Furthermore, all but one[17 ] of the studies cited[1 ]
[2 ]
[3 ]
[4 ]
[5 ]
[6 ]
[7 ]
[8 ]
[9 ]
[10 ]
[11 ]
[12 ]
[13 ]
[14 ]
[15 ]
[16 ]
[19 ]
[20 ]
[21 ] found that high sound pressure levels damage the auditory system, and the veracity
of the exceptional study was questioned[18 ]. These findings indicate that there is a necessity for preventive measures to be
adopted by this population since it is considered to be at risk.
The importance of DPOAE for the evaluation of cochlear damage among workers exposed
to high-intensity noise is well established.
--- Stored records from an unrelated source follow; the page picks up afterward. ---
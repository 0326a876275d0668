import type { Quantity } from '../quantities/quantity';
import { allQuantities, quantityById } from '../quantities/registry';
import { type AttributeDefinition, attributeLabel, withStandardAttributes } from './attribute';
import { type DocumentType, withStandardDocuments } from './document-types';
import type { Rule, RuleSetCase } from './schema';
import type { LimitTable } from './table';

/** What a base edition and a resolved one have in common: the things that rules refer to. */
export interface EditionContents {
  rules: Rule[];
  tables: LimitTable[];
  attributes: AttributeDefinition[];
  quantities: Quantity[];
  documents: DocumentType[];
  cases: RuleSetCase[];
  roomToMove: string[];
  reportedTolerance: Record<string, number>;
}

/** Look-ups by name over an edition, the standard entries included. */
export interface EditionView {
  attribute(name: string): AttributeDefinition | undefined;
  attributeLabel(name: string): string;
  table(id: string): LimitTable | undefined;
  tableTitle(id: string): string;
  quantity(id: string): Quantity | undefined;
  /** Ids of the quantities that a trade symbol stands for, the edition's own among them. */
  readonly symbols: ReadonlyMap<string, readonly string[]>;
  document(type: string): DocumentType | undefined;
  rule(id: string): Rule | undefined;
  /** Standard attributes and the edition's own, by name. */
  readonly attributeNames: readonly string[];
  /** What the edition declares itself. */
  readonly tables: readonly LimitTable[];
  readonly ownQuantities: readonly Quantity[];
  readonly ownDocuments: readonly DocumentType[];
}

export function viewOf(
  edition: Pick<EditionContents, 'rules' | 'tables' | 'attributes' | 'quantities' | 'documents'>,
): EditionView {
  const kept = views.get(edition);
  if (kept) return kept;
  const attributes = byKey(withStandardAttributes(edition.attributes), (each) => each.name);
  const tables = byKey(edition.tables, (each) => each.id);
  const quantities = byKey(edition.quantities, (each) => each.id);
  const documents = byKey(withStandardDocuments(edition.documents), (each) => each.type);
  const rules = byKey(edition.rules, (each) => each.id);
  let symbols: EditionView['symbols'] | null = null;
  const view: EditionView = {
    attribute: (name) => attributes.get(name),
    attributeLabel: (name) => {
      const attribute = attributes.get(name);
      return attribute ? attributeLabel(attribute) : name;
    },
    table: (id) => tables.get(id),
    tableTitle: (id) => tables.get(id)?.title ?? id,
    quantity: (id) => quantities.get(id) ?? quantityById(id),
    get symbols() {
      symbols ??= symbolsOf(edition.quantities);
      return symbols;
    },
    document: (type) => documents.get(type),
    rule: (id) => rules.get(id),
    attributeNames: [...attributes.keys()],
    tables: edition.tables,
    ownQuantities: edition.quantities,
    ownDocuments: edition.documents,
  };
  views.set(edition, view);
  return view;
}

/** An edition does not change once it is parsed, so its look-ups are built once. */
const views = new WeakMap<object, EditionView>();

function symbolsOf(own: Quantity[]): Map<string, string[]> {
  const symbols = new Map<string, string[]>();
  for (const { id, symbol } of [...own, ...allQuantities()]) {
    symbols.set(symbol, [...new Set([...(symbols.get(symbol) ?? []), id])]);
  }
  return symbols;
}

function byKey<T>(entries: T[], key: (entry: T) => string): Map<string, T> {
  return new Map(entries.map((entry) => [key(entry), entry]));
}
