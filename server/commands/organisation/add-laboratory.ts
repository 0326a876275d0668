import { isDuplicateEntry } from '../../db/duplicate-entry';
import type { LaboratoryRow } from '../../db/queries/laboratories';
import { laboratories } from '../../db/schema/people';
import { writeAudit } from '../../db/write-audit';
import type { Deps } from '../../deps';
import type { Actor } from '../../policies/actor';
import { Problem } from '../../problem';

interface NewLaboratory {
  actor: Actor;
  name: string;
  accreditation: string | null;
  requestId: string;
}

export async function addLaboratory(deps: Deps, laboratory: NewLaboratory): Promise<LaboratoryRow> {
  const { actor, name, accreditation, requestId } = laboratory;
  const row = { id: deps.newId(), name, accreditation, createdAt: deps.now(), version: 1 };
  await deps.db.transaction(async (tx) => {
    try {
      await tx.insert(laboratories).values({ ...row, organisationId: actor.organisationId });
    } catch (error) {
      if (!isDuplicateEntry(error)) throw error;
      const detail = `There is a laboratory ${name} already.`;
      throw new Problem('already-exists', { detail, errors: [{ pointer: '/name', detail }] });
    }
    await writeAudit(tx, deps, {
      actor,
      act: 'laboratory added',
      subject: { kind: 'laboratory', id: row.id },
      detail: { name },
      requestId,
    });
  });
  return { ...row, mappings: 0 };
}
However, none of the studies reviewed
used this method of evaluation together with audiometry tests despite it being relevant
to the diagnosis of NIHL[9 ]
[10 ]. The importance of new studies that adequately quantify noise exposure in the different
work environments of firefighters that include subjective as well as objective tests
of hearing such as DPOAE evaluations (which can aid early diagnosis of cochlear lesions)
as well as normal audiometry evaluations should thus be clear. High-frequency hearing
tests are becoming an important complementary method of monitoring the hearing of
workers exposed to noise.
The laws in Brazil, both the RN-15 and the Occupational Hygiene Norm (OHN-01) of Fundacentro,
are concerned with the time versus the intensity of occupational exposure to noise[4 ]
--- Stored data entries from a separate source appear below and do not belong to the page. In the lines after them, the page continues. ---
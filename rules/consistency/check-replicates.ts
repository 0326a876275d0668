import { quantityById } from '../quantities/registry';
import type { Reading } from '../record';
import { numberWords, unitSuffix } from '../rule-sets/words';
import {
  type ConsistencyInput,
  type ConsistencyObservation,
  knownReading,
  placeOf,
  subjectOf,
} from './consistency-observation';

/**
 * Measured with enough digits that two specimens hardly ever agree in all of them. Dimensions, binder contents and
 * whole-number results do so by nature and are left alone.
 */
const sensitiveQuantities = new Set([
  'mass-in-air',
  'mass-in-water',
  'mass-saturated-surface-dry',
  'bulk-specific-gravity-mix',
  'failure-load',
  'tensile-strength-dry',
  'tensile-strength-conditioned',
  'marshall-stability',
  'fracture-energy',
]);

/** Replicates that are the same to the last digit look copied. */
export function checkReplicates({ index }: ConsistencyInput): ConsistencyObservation[] {
  return [...sensitiveQuantities].flatMap((quantity) =>
    [...alike(index.all(quantity)).values()].flatMap((readings) => {
      const specimens = new Set(readings.map(({ at }) => at.specimen));
      const [first] = readings;
      if (!first || specimens.size < 2 || readings.some(({ value }) => value !== first.value)) return [];
      const { specimen: _specimen, ...at } = first.at;
      const label = quantityById(quantity)?.label ?? quantity;
      return {
        name: 'identical-replicates',
        subject: subjectOf(quantity, at),
        severity: 'advisory' as const,
        outcome: 'fail' as const,
        observed: first.value,
        limit: null,
        unit: first.unit,
        sentence: `All ${specimens.size} specimens${placeOf(at)} have the same ${label}, ${numberWords(first.value!)}${unitSuffix(first.unit)}.`,
        reason: 'Separate specimens hardly ever agree in every digit; a value may have been copied.',
        evidence: readings.map((reading) => knownReading(reading).evidence),
        quantity,
        at,
      };
    }),
  );
}

function alike(readings: Reading[]): Map<string, Reading[]> {
  const groups = new Map<string, Reading[]>();
  for (const reading of readings) {
    const { specimen, ...others } = reading.at;
    if (specimen === undefined) continue;
    const key = JSON.stringify(Object.entries(others).toSorted(([a], [b]) => (a < b ? -1 : 1)));
    groups.set(key, [...(groups.get(key) ?? []), reading]);
  }
  return groups;
}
[ 5 ], and therefore there is a need for studies that evaluate the noise exposure of firefighters
since NIHL can affect their quality of life.
Hearing conservation programs in this population are important to both prevent NIHL
and reduce its impact because when exposure to high sound pressure levels occur, damage
to the auditory system is halted. Another important point is that awareness of the
damage that noise can cause should be increased because many firefighters believe
that the risk to their health is relatively small[16 ], and a lack of awareness of NIHL can lead to other problems including workplace
accidents due to hearing loss. Thus, it is necessary that firefighters are made aware
of the importance of the use of hearing protectors and that they rest for periods
sufficient for the regeneration of cochlear cells.
Conclusion
Most of the reviewed studies reported that firefighters are a population at risk of
hearing impairment, and therefore it is necessary that preventive measures be implemented
to reduce the incidence of occupational hearing loss. In recent years, few studies
of firefighters have been conducted and even fewer have included environmental noise
measurements as well as audiological tests. In addition, all of the studies conducted
audiological tests that involved the subjective assessments of hearing, which are
incomplete and thus not sufficient for an accurate diagnosis of hearing ability among
workers.
In summary, these results show the importance of new research to adequately quantify
the noise exposure of firefighters in different work environments in order to identify
possible adverse conditions as well as aid in the diagnosis of hearing loss.